LISTED ENTRIES>

»»

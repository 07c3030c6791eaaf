import { pass } from './block'
import {
  fanouts,
  gates,
  inputs,
  known,
  knownPass,
  observability,
  queue,
  scratch,
  summary,
  undo,
  values,
  watchMasks,
  watchSlots,
} from './memory'
import { AND_2, AND_N, XOR_2, and2, andN, classOf, inversions, xor2, xorN } from './two-valued-gates'
import { PLANE_BYTES, PLANE_SHIFT, add, bytesOf, clear, copy, flip, isEmpty, isWide, keep, none } from './plane'
import { emptyQueue, pushFanouts, takeNext } from './queue'
import { spend } from './work'

const ENTRY_BYTES: i32 = PLANE_BYTES + 16
const MAX_NOTES: i32 = 16

/** How a net is observed: not at all, in every pattern, or as its mask says. */
export const ALWAYS_WATCHED: u32 = 1
const STEM_BIT: u32 = 1 << 10

// @ts-ignore: decorator
@inline
export function watchOf(op: u32): u32 {
  return (op >> 8) & 3
}

/** Where the change of the gate at hand stands while it is looked at more closely. */
// @ts-ignore: decorator
@inline
function change(): usize {
  return scratch + 14 * PLANE_BYTES
}

/** Where notes on nets that alone carried an effect are kept: past the planes that callers use. */
// @ts-ignore: decorator
@inline
function notes(): usize {
  return scratch + 16 * PLANE_BYTES
}

/** Notes that the net alone carries the effect, in the patterns of the plane; returns the place of the next note. */
function note<W>(at: usize, net: u32, plane: usize): usize {
  if (at >= notes() + MAX_NOTES * ENTRY_BYTES) return at
  store<u32>(at + PLANE_BYTES, net)
  copy<W>(at, plane)
  return at + ENTRY_BYTES
}

/** Adds what is now known of the noted nets: an effect there was observed in the patterns of `reached`, and in no others. */
function keepNotes<W>(end: usize, reached: usize): void {
  for (let at = notes(); at < end; at += ENTRY_BYTES) {
    const net = load<u32>(at + PLANE_BYTES)
    const knownAt = known + (<usize>net << PLANE_SHIFT)
    const seenAt = observability + (<usize>net << PLANE_SHIFT)
    const stamp = knownPass + (<usize>net << 2)
    if (load<u32>(stamp) != pass) {
      store<u32>(stamp, pass)
      clear<W>(knownAt)
      clear<W>(seenAt)
    }
    add<W>(knownAt, at)
    keep<W>(at, reached, none())
    add<W>(seenAt, at)
  }
}

/** Takes the patterns in which the change is seen at the gate itself out of the change and of `live`, into `reached`. */
function seeAt<W>(gate: u32, watch: u32, live: usize, reached: usize): void {
  const plane = change()
  const mask = watchMasks + (<usize>load<u32>(watchSlots + (<usize>gate << 2)) << PLANE_SHIFT)
  for (let lane = 0; lane < bytesOf<W>(); lane += 16) {
    const changed = v128.load(plane + lane)
    const seen = watch == ALWAYS_WATCHED ? changed : v128.and(changed, v128.load(mask + lane))
    v128.store(reached + lane, v128.or(v128.load(reached + lane), seen))
    v128.store(live + lane, v128.andnot(v128.load(live + lane), seen))
    v128.store(plane + lane, v128.andnot(changed, seen))
  }
}

/** Adds to `reached` where the change of the gate is known to be observed, and takes out of it where anything is known. */
function lookUp<W>(gate: u32, allKnown: bool, reached: usize): void {
  const seenAt = observability + (<usize>gate << PLANE_SHIFT)
  if (!allKnown && load<u32>(knownPass + (<usize>gate << 2)) != pass) return
  const plane = change()
  const knownAt = known + (<usize>gate << PLANE_SHIFT)
  for (let lane = 0; lane < bytesOf<W>(); lane += 16) {
    const changed = v128.load(plane + lane)
    v128.store(reached + lane, v128.or(v128.load(reached + lane), v128.and(changed, v128.load(seenAt + lane))))
    v128.store(plane + lane, allKnown ? none() : v128.andnot(changed, v128.load(knownAt + lane)))
  }
}

/**
 * Finds in which patterns of the plane `live` a flip of the stem is observed, and writes them to `reached`; `live` is used
 * up. Where one net alone carries the effect, its observability is looked up: that of any later net where `allKnown`,
 * else that of stems as far as it has been found out in this pass.
 */
export function propagateFlip<W>(stem: u32, live: usize, reached: usize, allKnown: bool): void {
  const base = values
  const bits = queue
  const words = summary
  const plane = change()
  let noted = notes()
  if (!allKnown) noted = note<W>(noted, stem, live)
  clear<W>(reached)

  let log = undo
  const stemValue = base + (<usize>stem << PLANE_SHIFT)
  copy<W>(log, stemValue)
  store<u32>(log + PLANE_BYTES, stem)
  log += ENTRY_BYTES
  flip<W>(stemValue, live)
  const stemRecord = gates + (<usize>stem << 4)
  let pending = pushFanouts(stemRecord, bits, words)
  let gate = stem
  let evaluated: u32 = 1
  while (pending > 0) {
    gate = takeNext(gate, bits, words)
    pending--
    evaluated++
    const record = gates + (<usize>gate << 4)
    const op = load<u32>(record)
    const kind = classOf(op)
    const inverts = v128.load(inversions(op), 32)
    let new0: v128
    let new1 = none()
    let new2 = none()
    let new3 = none()
    if (kind <= XOR_2) {
      const a = base + (<usize>load<u32>(record, 4) << PLANE_SHIFT)
      const b = base + (<usize>load<u32>(record, 8) << PLANE_SHIFT)
      if (kind <= AND_2) {
        const aInverts = v128.load(inversions(op), 0)
        const bInverts = v128.load(inversions(op), 16)
        new0 = and2(a, b, aInverts, bInverts, inverts, 0)
        if (isWide<W>()) {
          new1 = and2(a, b, aInverts, bInverts, inverts, 16)
          new2 = and2(a, b, aInverts, bInverts, inverts, 32)
          new3 = and2(a, b, aInverts, bInverts, inverts, 48)
        }
      } else {
        new0 = xor2(a, b, inverts, 0)
        if (isWide<W>()) {
          new1 = xor2(a, b, inverts, 16)
          new2 = xor2(a, b, inverts, 32)
          new3 = xor2(a, b, inverts, 48)
        }
      }
    } else {
      const input = inputs + (<usize>load<u32>(record, 4) << 2)
      const end = input + (<usize>load<u32>(record, 8) << 2)
      if (kind == AND_N) {
        new0 = andN(input, end, inverts, 0)
        if (isWide<W>()) {
          new1 = andN(input, end, inverts, 16)
          new2 = andN(input, end, inverts, 32)
          new3 = andN(input, end, inverts, 48)
        }
      } else {
        new0 = xorN(input, end, inverts, 0)
        if (isWide<W>()) {
          new1 = xorN(input, end, inverts, 16)
          new2 = xorN(input, end, inverts, 32)
          new3 = xorN(input, end, inverts, 48)
        }
      }
    }
    const at = base + (<usize>gate << PLANE_SHIFT)
    const good0 = v128.load(at, 0)
    let changed0 = v128.and(v128.xor(new0, good0), v128.load(live, 0))
    let any = changed0
    let good1 = none()
    let good2 = none()
    let good3 = none()
    let changed1 = none()
    let changed2 = none()
    let changed3 = none()
    if (isWide<W>()) {
      good1 = v128.load(at, 16)
      good2 = v128.load(at, 32)
      good3 = v128.load(at, 48)
      changed1 = v128.and(v128.xor(new1, good1), v128.load(live, 16))
      changed2 = v128.and(v128.xor(new2, good2), v128.load(live, 32))
      changed3 = v128.and(v128.xor(new3, good3), v128.load(live, 48))
      any = v128.or(v128.or(changed0, changed1), v128.or(changed2, changed3))
    }
    if (!v128.any_true(any)) continue

    const watch = watchOf(op)
    const alone = pending == 0 && (allKnown || (op & STEM_BIT) != 0)
    if (watch != 0 || alone) {
      v128.store(plane, changed0, 0)
      if (isWide<W>()) {
        v128.store(plane, changed1, 16)
        v128.store(plane, changed2, 32)
        v128.store(plane, changed3, 48)
      }
      if (watch != 0) {
        seeAt<W>(gate, watch, live, reached)
        if (isEmpty<W>(live)) break
      }
      if (alone) {
        lookUp<W>(gate, allKnown, reached)
        if (isEmpty<W>(plane)) break
        copy<W>(live, plane)
        noted = note<W>(noted, gate, plane)
      } else if (isEmpty<W>(plane)) continue
      changed0 = v128.load(plane, 0)
      if (isWide<W>()) {
        changed1 = v128.load(plane, 16)
        changed2 = v128.load(plane, 32)
        changed3 = v128.load(plane, 48)
      }
    }
    v128.store(at, v128.xor(good0, changed0), 0)
    v128.store(log, good0, 0)
    if (isWide<W>()) {
      v128.store(at, v128.xor(good1, changed1), 16)
      v128.store(at, v128.xor(good2, changed2), 32)
      v128.store(at, v128.xor(good3, changed3), 48)
      v128.store(log, good1, 16)
      v128.store(log, good2, 32)
      v128.store(log, good3, 48)
    }
    store<u32>(log + PLANE_BYTES, gate)
    log += ENTRY_BYTES
    pending += pushFanouts(record, bits, words)
  }
  if (pending > 0) emptyQueue(gate, pending)
  while (log > undo) {
    log -= ENTRY_BYTES
    copy<W>(base + (<usize>load<u32>(log + PLANE_BYTES) << PLANE_SHIFT), log)
  }
  if (!allKnown) keepNotes<W>(noted, reached)
  spend(evaluated)
}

««

WORK TO BE COMPLETED>
Tell how many lines in the material hold the word "evaluated". Reply with the number only.

SOLUTION TO THIS PROBLEM>
3